Post on [http://startupers.com](http://startupers.com) under "talent"

Go on angel.co, create a profile. Go here:
[https://angel.co/jobs](https://angel.co/jobs) >> sort jobs by your field and
start connecting with startups. Follow people on there and start building
relationships.

[http://www.cofounderslab.com](http://www.cofounderslab.com) another site for
finding cofounders

[http://startupweekend.org](http://startupweekend.org) \- find a
startupweekend event in your area ... amazing place to meet hackers,
entrepreneurs and smart people. Network, network, network.

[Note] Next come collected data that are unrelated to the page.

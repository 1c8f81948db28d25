"""Candidate designs: sizing wiring, end-of-life threshold and behaviour facts."""

from pathlib import Path

import numpy as np
import pytest

from planner.chemistry import get_chemistry
from planner.designs.candidates import (
    enumerate_site_designs,
    max_service_years,
    requirement_wh,
    window_frac,
    worn_out_soh_frac,
)
from planner.designs.evaluation import evaluate_fleet
from planner.site.model import model_sites
from planner.study.loading import load_study

QUICK = Path(__file__).resolve().parents[1] / "scenarios" / "quick.toml"


@pytest.fixture(scope="module")
def quick():
    study = load_study(QUICK)
    models = model_sites(study)
    return study, models, evaluate_fleet(study, models)


def test_reference_size_follows_the_ieee_1013_chain(quick):
    # IEEE 1013 / IEEE 1562 chain: E_day x N_aut / DOD_max x K_T x K_age x K_margin, with
    # K_T = 1 / available capacity at the coldest battery temperature (research notes §1.2).
    study, models, results = quick
    model, result = models[0], results[0]
    for chem_id, reference in result.references.items():
        chem = get_chemistry(chem_id)
        if not chem.rechargeable:
            continue
        k_t = max(1.0 / float(chem.available_capacity_fraction(model.design_temp_c)), 1.0)
        expected = (model.daily_load_wh * model.site.autonomy_days / chem.max_dod_frac
                    * k_t * 1.25 * 1.10)
        assert reference.capacity_wh == pytest.approx(expected, rel=1e-9)


def test_end_of_life_threshold_is_requirement_over_deliverable_energy(quick):
    # Definition (DESIGN.md): end of life is when the pack can no longer carry
    # load x days of autonomy at the coldest battery temperature after derating.
    _, models, results = quick
    for model, result in zip(models, results):
        for o in result.outcomes:
            chem = get_chemistry(o.design.chemistry)
            deliverable = (o.design.pack.capacity_wh * window_frac(chem, o.design.charge_voltage_v_per_cell)
                           * float(chem.available_capacity_fraction(model.design_temp_c)))
            expected = max(requirement_wh(model) / deliverable, worn_out_soh_frac(chem.id))
            assert o.eol_soh_frac == pytest.approx(expected, rel=1e-9)
            # the knee floor: lithium-ion lives end no lower than the lowest SOH the tests
            # behind the default aging set reached (80 %, chemistries.toml, from memory);
            # the life is flagged when that floor, not the load, decides it
            need = requirement_wh(model) / deliverable
            if chem.id in ("lfp", "nmc", "lto"):
                assert o.eol_soh_frac >= 0.8 - 1e-12
                assert o.knee_floor == (need < 0.8)


def test_larger_pack_never_has_a_higher_threshold(quick):
    # common practice: oversizing buys margin, so a bigger pack of the same chemistry and
    # charge voltage reaches its end-of-life threshold at a lower SOH.
    _, _, results = quick
    for result in results:
        groups = {}
        for o in result.outcomes:
            groups.setdefault((o.design.chemistry, o.design.charge_voltage_v_per_cell), []).append(o)
        for outcomes in groups.values():
            outcomes.sort(key=lambda o: o.design.pack.capacity_wh)
            thresholds = [o.eol_soh_frac for o in outcomes]
            assert all(a >= b - 1e-12 for a, b in zip(thresholds, thresholds[1:]))


def test_lives_respect_the_service_limit(quick):
    # common practice: no pack is planned beyond its chemistry's design life.
    _, _, results = quick
    for result in results:
        for o in result.outcomes:
            assert o.life_years <= max_service_years(o.design.chemistry) + 1e-9
            assert np.all(np.diff(o.soh_monthly) <= 1e-12)  # SOH never increases


def test_hotter_climate_never_lengthens_life():
    # Behaviour check (common practice: heat shortens battery life). A pack whose charging
    # the heat blocks (above its maximum charge temperature) has another duty: it sits
    # emptier, which can slow its calendar fade; it is compared on its served load instead.
    study = load_study(QUICK)
    base = {o.design.design_id: o
            for r in evaluate_fleet(study, model_sites(study)) for o in r.outcomes}
    warm = {o.design.design_id: o
            for r in evaluate_fleet(study, model_sites(study, extra_warming_k=5.0))
            for o in r.outcomes}
    shared = set(base) & set(warm)
    same_duty = [d for d in shared if warm[d].charge_blocked_hot_hours == 0]
    assert len(same_duty) > 10
    for design_id in same_duty:
        assert warm[design_id].life_years <= base[design_id].life_years + 1e-9, design_id
    for design_id in set(shared) - set(same_duty):
        assert warm[design_id].unserved_wh_per_year >= base[design_id].unserved_wh_per_year - 1e-6


def test_no_rechargeable_pack_without_a_charging_source(tmp_path):
    # A site with no charging source can only take primary cells.
    (tmp_path / "s.csv").write_text(
        "id,region,climate,load_w,charging,autonomy_days\nX,r,hot-desert,0.05,none,30\n")
    (tmp_path / "s.toml").write_text('[study]\nsites_file = "s.csv"\n')
    study = load_study(tmp_path / "s.toml")
    model = model_sites(study)[0]
    designs, excluded, _ = enumerate_site_designs(study, 0, model)
    assert {d.chemistry for d in designs} == {"lisocl2"}
    assert set(excluded) == {"vrla", "lfp", "nmc", "lto"}


def test_far_from_best_keeps_what_can_win_within_each_chemistry():
    # Definition of the screen (docs/scaling.md): a design is out when its cost with no
    # trip exceeds the best full-trip cost of its chemistry at the site by over 10 %.
    from types import SimpleNamespace

    from planner.designs.screening import RELEVANCE_FRAC, mark_far_from_best

    def outcome(chem, low, high):
        design = SimpleNamespace(site_index=0, chemistry=chem, is_existing=False)
        return SimpleNamespace(design=design, eol_soh_frac=0.8, dominated=False, life_years=5.0,
                               far_from_best=False, bounds=(low, high))

    best = outcome("lfp", 900.0, 1000.0)
    close = outcome("lfp", 1000.0 * (1 + RELEVANCE_FRAC) - 1.0, 2000.0)
    far = outcome("lfp", 1000.0 * (1 + RELEVANCE_FRAC) + 1.0, 2000.0)
    other = outcome("vrla", 5000.0, 6000.0)  # dear, but the best of its own chemistry
    group = [best, close, far, other]
    mark_far_from_best(group, lambda o: o.bounds)
    assert [o.far_from_best for o in group] == [False, False, True, False]


def test_packs_left_unsimulated_are_the_ones_the_full_run_marks_dominated(monkeypatch):
    # Internal equivalence (a speed-up must not change a decision): with prices known, a
    # dearer and heavier pack of a chemistry whose smallest pack already lasts to the
    # service limit with no load unserved is not simulated. Against the run that
    # simulates every pack: the same designs are offered with the same figures, and every
    # pack left out is one that run marks dominated (or too small to be offered).
    from planner.designs import evaluation as design_evaluation
    from planner.plan.costing import offered_outcomes, pack_price, standalone_cost_bounds

    study = load_study(Path(__file__).resolve().parents[1] / "scenarios" / "corvale.toml")
    models = model_sites(study)

    def run():
        return evaluate_fleet(
            study, models, price_of=lambda chem, wh: pack_price(study, chem, wh),
            cost_bounds_of=lambda m, o: standalone_cost_bounds(study, m, o))

    pruned = run()
    monkeypatch.setattr(design_evaluation, "_smallest_packs", lambda chunk: np.ones(len(chunk), bool))
    full = run()

    def figures(o):
        return o.life_years, o.life_p10_years, o.unserved_wh_per_year

    left_out = 0
    for a, b in zip(pruned, full):
        ours, theirs = offered_outcomes(a), offered_outcomes(b)
        assert [o.design.design_id for o in ours] == [o.design.design_id for o in theirs]
        for o, t in zip(ours, theirs):
            # the aging of a lane runs beside other lanes: the last bits may differ
            assert figures(o) == pytest.approx(figures(t), rel=1e-12, nan_ok=True)
        kept = {o.design.design_id for o in a.outcomes}
        missing = [o for o in b.outcomes if o.design.design_id not in kept]
        left_out += len(missing)
        assert all(o.dominated or o.eol_soh_frac >= 1.0 for o in missing)
    assert left_out > 0  # the demo has lithium packs at their service limit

[http://foundershookup.com/](http://foundershookup.com/) \- another founder
matching site

[http://www.reddit.com/r/forhire/](http://www.reddit.com/r/forhire/) \-- post
here info about you and what your looking for

[http://www.indeed.com/](http://www.indeed.com/) \- search for keywords + your
area..example cofounder, nyc or partner nyc, or biz dev nyc and reach out to
job posts. I've used this method for making connections to startups and the
founders

[https://angel.co/people](https://angel.co/people) \- forgot this one...great
way to find people with any skills, interests, location etc.

Ill add to this as I can think of more

------
andrewhillman
What were your previous startups in? Consumer? Enterprise? Perhaps you can
start writing about your failures to connect with more technical people.

------
marcomassaro
Emailed you.